- [WHAT TO DO]
For each line of the data below that holds "subs", copy the line.

- [DATA IN THIS EXERCISE]

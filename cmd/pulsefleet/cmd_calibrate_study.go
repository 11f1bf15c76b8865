package main

import (
	"context"
	"fmt"
	"io"
	"os"
	"path/filepath"
	"slices"
	"strconv"
	"strings"

	"github.com/pulsefleet/pulsefleet/estimator"
	"github.com/pulsefleet/pulsefleet/internal/calibration"
	"github.com/pulsefleet/pulsefleet/internal/calibration/pairing"
	"github.com/pulsefleet/pulsefleet/internal/caution"
)

const calibrateStudySynopsis = "study --raw FILE --reference FILE [--subject NAME] ... --rate HZ [--channels A/B,...] [--ratios slope,derivative,spectral] [--lags 0,5,...] [--format text|json]"

// runCalibrateStudy pairs recordings under every variant (channel pair,
// ratio method, reference lag) and scores two ways of choosing among them
// by leave-one-subject-out, neither of which sees the held-out subject.
func runCalibrateStudy(ctx context.Context, args []string, s stdio) error {
	fs := newFlagSet("calibrate", calibrateStudySynopsis, s.err)
	var raws, refs, subs stringList
	var channels, ratios, lags, ruleRatio, model, format string
	o := pairing.Options{Align: calibration.AlignOptions{}}
	fs.Var(&raws, "raw", "raw CSV with every channel column named in --channels; repeat for several recordings (both hands of a person: same --subject)")
	fs.Var(&refs, "reference", "reference CSV: t_s,spo2_ref_pct (or reference_pct); one per --raw, or one for all")
	fs.Var(&subs, "subject", "subject of each --raw (repeat in order; default: the raw file's folder name); leave-one-subject-out holds out a subject's recordings together")
	fs.Float64Var(&o.RateHz, "rate", 0, "raw sample rate, Hz (required)")
	fs.StringVar(&channels, "channels", "red/ir", "channel pairs to compare, first/second, comma-separated (e.g. r/g,b/g,r/b)")
	fs.StringVar(&ratios, "ratios", "slope,derivative,spectral", "ratio methods to compare: slope, derivative, spectral")
	fs.StringVar(&lags, "lags", "0,5,10,15,20,25,30", "reference lags to compare, s (device second k against reference second k+lag)")
	fs.StringVar(&ruleRatio, "rule-ratio", string(estimator.RatioDerivativeSlope), "the ratio method the rule fixes beforehand")
	fs.StringVar(&model, "model", calibration.Linear, "curve model: linear or quadratic")
	fs.IntVar(&o.ADCBits, "adc-bits", 0, "converter resolution in bits; 0 = unknown (float input)")
	fs.IntVar(&o.Align.WindowS, "window", 30, "pairing window, s: one pair per stable window")
	fs.Float64Var(&o.Align.MaxReferenceSpreadPct, "max-spread", 2, "stable: reference max-min within a window at most this, % SpO2")
	fs.Float64Var(&o.Align.MinSQI, "min-sqi", 0.5, "a device second counts when its SQI is at least this (0..1)")
	fs.BoolVar(&o.Align.QualityWeights, "quality-weights", true, "SQI-weighted window ratio and weighted fit")
	fs.StringVar(&format, "format", "text", "output: text or json")
	if err := parseFlags(fs, args); err != nil {
		return err
	}
	if err := checkRecordingArgs(raws, refs, subs, o.RateHz); err != nil {
		return err
	}
	switch {
	case model != calibration.Linear && model != calibration.Quadratic:
		return usagef("--model: %q, want linear or quadratic", model)
	case format != "text" && format != "json":
		return usagef("--format: %q, want text or json", format)
	}
	pairsList, cols, err := parseChannelPairs(channels)
	if err != nil {
		return err
	}
	methods, rule, err := parseStudyRatios(ratios, ruleRatio)
	if err != nil {
		return err
	}
	lagList, err := parseStudyLags(lags)
	if err != nil {
		return err
	}
	recs, err := readStudyRecordings(raws, refs, subs, cols)
	if err != nil {
		return err
	}
	st, err := pairing.NewStudy(recs, pairing.Variants(pairsList, methods, lagList), o)
	if err != nil {
		return err
	}
	nested, err := calibration.NestedLeaveOneSubjectOut(st.Candidates, model)
	if err != nil {
		return fmt.Errorf("nested leave-one-subject-out: %w", err)
	}
	ruled, err := calibration.LeaveOneSubjectOutWith(st.Candidates, model, st.RuleChooser(rule))
	if err != nil {
		return fmt.Errorf("rule leave-one-subject-out: %w", err)
	}
	// What each chooser picks on all subjects: the variant to pair with.
	all := studySubjects(recs)
	finalNested, err := calibration.InnerLOSO(st.Candidates, model)(all)
	if err != nil {
		return fmt.Errorf("choice on all subjects: %w", err)
	}
	finalRule, err := st.RuleChooser(rule)(all)
	if err != nil {
		return fmt.Errorf("choice on all subjects: %w", err)
	}
	if format == "json" {
		return calibration.WriteStudyJSON(s.out, map[string]*calibration.Nested{"nested": nested, "rule": ruled}, map[string]any{
			"variants": len(st.Candidates), "subjects": all,
			"choice_nested": st.Candidates[finalNested.Index].Name, "choice_rule": st.Candidates[finalRule.Index].Name,
		})
	}
	fmt.Fprintf(s.out, "%d recordings of %d subjects, %d variants (channels x ratio methods x lags)\n\n", len(recs), len(all), len(st.Candidates))
	return printStudyText(s.out, nested, ruled, rule, st.Candidates[finalNested.Index].Name, st.Candidates[finalRule.Index].Name)
}

// printStudyText writes both choosers' leave-one-subject-out results and
// their picks on all subjects as text.
func printStudyText(w io.Writer, nested, ruled *calibration.Nested, rule estimator.RatioMethod, pickNested, pickRule string) error {
	if err := nested.WriteText(w, "nested: variant with the lowest inner leave-one-subject-out MAE"); err != nil {
		return err
	}
	fmt.Fprintln(w)
	if err := ruled.WriteText(w, fmt.Sprintf("rule: ratio %s fixed beforehand, channels by usable seconds, lag by within-recording tracking", rule)); err != nil {
		return err
	}
	fmt.Fprintf(w, "\non all subjects: nested picks %s; rule picks %s\n", pickNested, pickRule)
	fmt.Fprintln(w, "fit a curve with: calibrate pairs (--red-col/--ir-col/--ratio/--lag of the pick, --quality-weights) then calibrate --pairs.")
	fmt.Fprintln(w, "bias = mean(predicted - reference); SD = population SD; Arms^2 = bias^2 + SD^2; the mean predictor predicts the training subjects' mean reference.")
	fmt.Fprintf(w, "\n%s\n", caution.Line)
	return nil
}

// studySubjects lists the recordings' subjects, each once, in order.
func studySubjects(recs []pairing.Recording) []string {
	var all []string
	for _, r := range recs {
		if !slices.Contains(all, r.Subject) {
			all = append(all, r.Subject)
		}
	}
	return all
}

// parseStudyRatios reads --ratios and --rule-ratio; the rule's method must
// be among those compared.
func parseStudyRatios(ratios, ruleRatio string) ([]estimator.RatioMethod, estimator.RatioMethod, error) {
	var methods []estimator.RatioMethod
	for _, r := range strings.Split(ratios, ",") {
		m, err := parseRatio(strings.TrimSpace(r))
		if err != nil {
			return nil, "", usagef("--ratios: %v", err)
		}
		methods = append(methods, m)
	}
	rule, err := parseRatio(ruleRatio)
	if err != nil {
		return nil, "", usagef("--rule-ratio: %v", err)
	}
	if !slices.Contains(methods, rule) {
		return nil, "", usagef("--rule-ratio: %q is not among --ratios %q", rule, ratios)
	}
	return methods, rule, nil
}

// parseStudyLags reads --lags: integers -600..600 s.
func parseStudyLags(lags string) ([]int, error) {
	var lagList []int
	for _, l := range strings.Split(lags, ",") {
		v, err := strconv.Atoi(strings.TrimSpace(l))
		if err != nil || v < -600 || v > 600 {
			return nil, usagef("--lags: %q, want integers -600..600 s", l)
		}
		lagList = append(lagList, v)
	}
	return lagList, nil
}

// readStudyRecordings reads each --raw with its --reference (one for all,
// or one each) and its --subject (default: the raw file's folder name).
func readStudyRecordings(raws, refs, subs []string, cols []string) ([]pairing.Recording, error) {
	var recs []pairing.Recording
	for i, raw := range raws {
		ref := refs[0]
		if len(refs) > 1 {
			ref = refs[i]
		}
		subject := filepath.Base(filepath.Dir(raw))
		if len(subs) > 0 {
			subject = subs[i]
		}
		rec, err := readStudyRecording(raw, ref, subject, cols)
		if err != nil {
			return nil, err
		}
		recs = append(recs, rec)
	}
	return recs, nil
}

// parseChannelPairs reads "a/b,c/d" into pairs and the distinct columns.
func parseChannelPairs(s string) ([][2]string, []string, error) {
	var out [][2]string
	var cols []string
	for _, p := range strings.Split(s, ",") {
		a, b, ok := strings.Cut(strings.TrimSpace(p), "/")
		if !ok || a == "" || b == "" || a == b {
			return nil, nil, usagef("--channels: %q, want first/second with two different column names", p)
		}
		out = append(out, [2]string{a, b})
		for _, c := range []string{a, b} {
			if !slices.Contains(cols, c) {
				cols = append(cols, c)
			}
		}
	}
	return out, cols, nil
}

func parseRatio(s string) (estimator.RatioMethod, error) {
	for _, m := range estimator.RatioMethods {
		if string(m) == s {
			return m, nil
		}
	}
	return "", usagef("--ratio: %q, want %s, %s or %s", s, estimator.RatioBeatSlope, estimator.RatioDerivativeSlope, estimator.RatioSpectral)
}

func readStudyRecording(rawPath, refPath, subject string, cols []string) (pairing.Recording, error) {
	raw, err := os.Open(rawPath)
	if err != nil {
		return pairing.Recording{}, err
	}
	defer raw.Close()
	ch, err := pairing.ReadChannels(raw, cols)
	if err != nil {
		return pairing.Recording{}, fmt.Errorf("%s: %w", rawPath, err)
	}
	ref, err := os.Open(refPath)
	if err != nil {
		return pairing.Recording{}, err
	}
	defer ref.Close()
	rs, err := pairing.ReadReference(ref, "")
	if err != nil {
		return pairing.Recording{}, fmt.Errorf("%s: %w", refPath, err)
	}
	return pairing.Recording{Subject: subject, Channels: ch, Reference: rs}, nil
}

- [EXPECTED OUTPUT]
	var raws, refs, subs stringList
	fs.Var(&subs, "subject", "subject of each --raw (repeat in order; default: the raw file's folder name); leave-one-subject-out holds out a subject's recordings together")
	if err := checkRecordingArgs(raws, refs, subs, o.RateHz); err != nil {
	recs, err := readStudyRecordings(raws, refs, subs, cols)
func readStudyRecordings(raws, refs, subs []string, cols []string) ([]pairing.Recording, error) {
		if len(subs) > 0 {
			subject = subs[i]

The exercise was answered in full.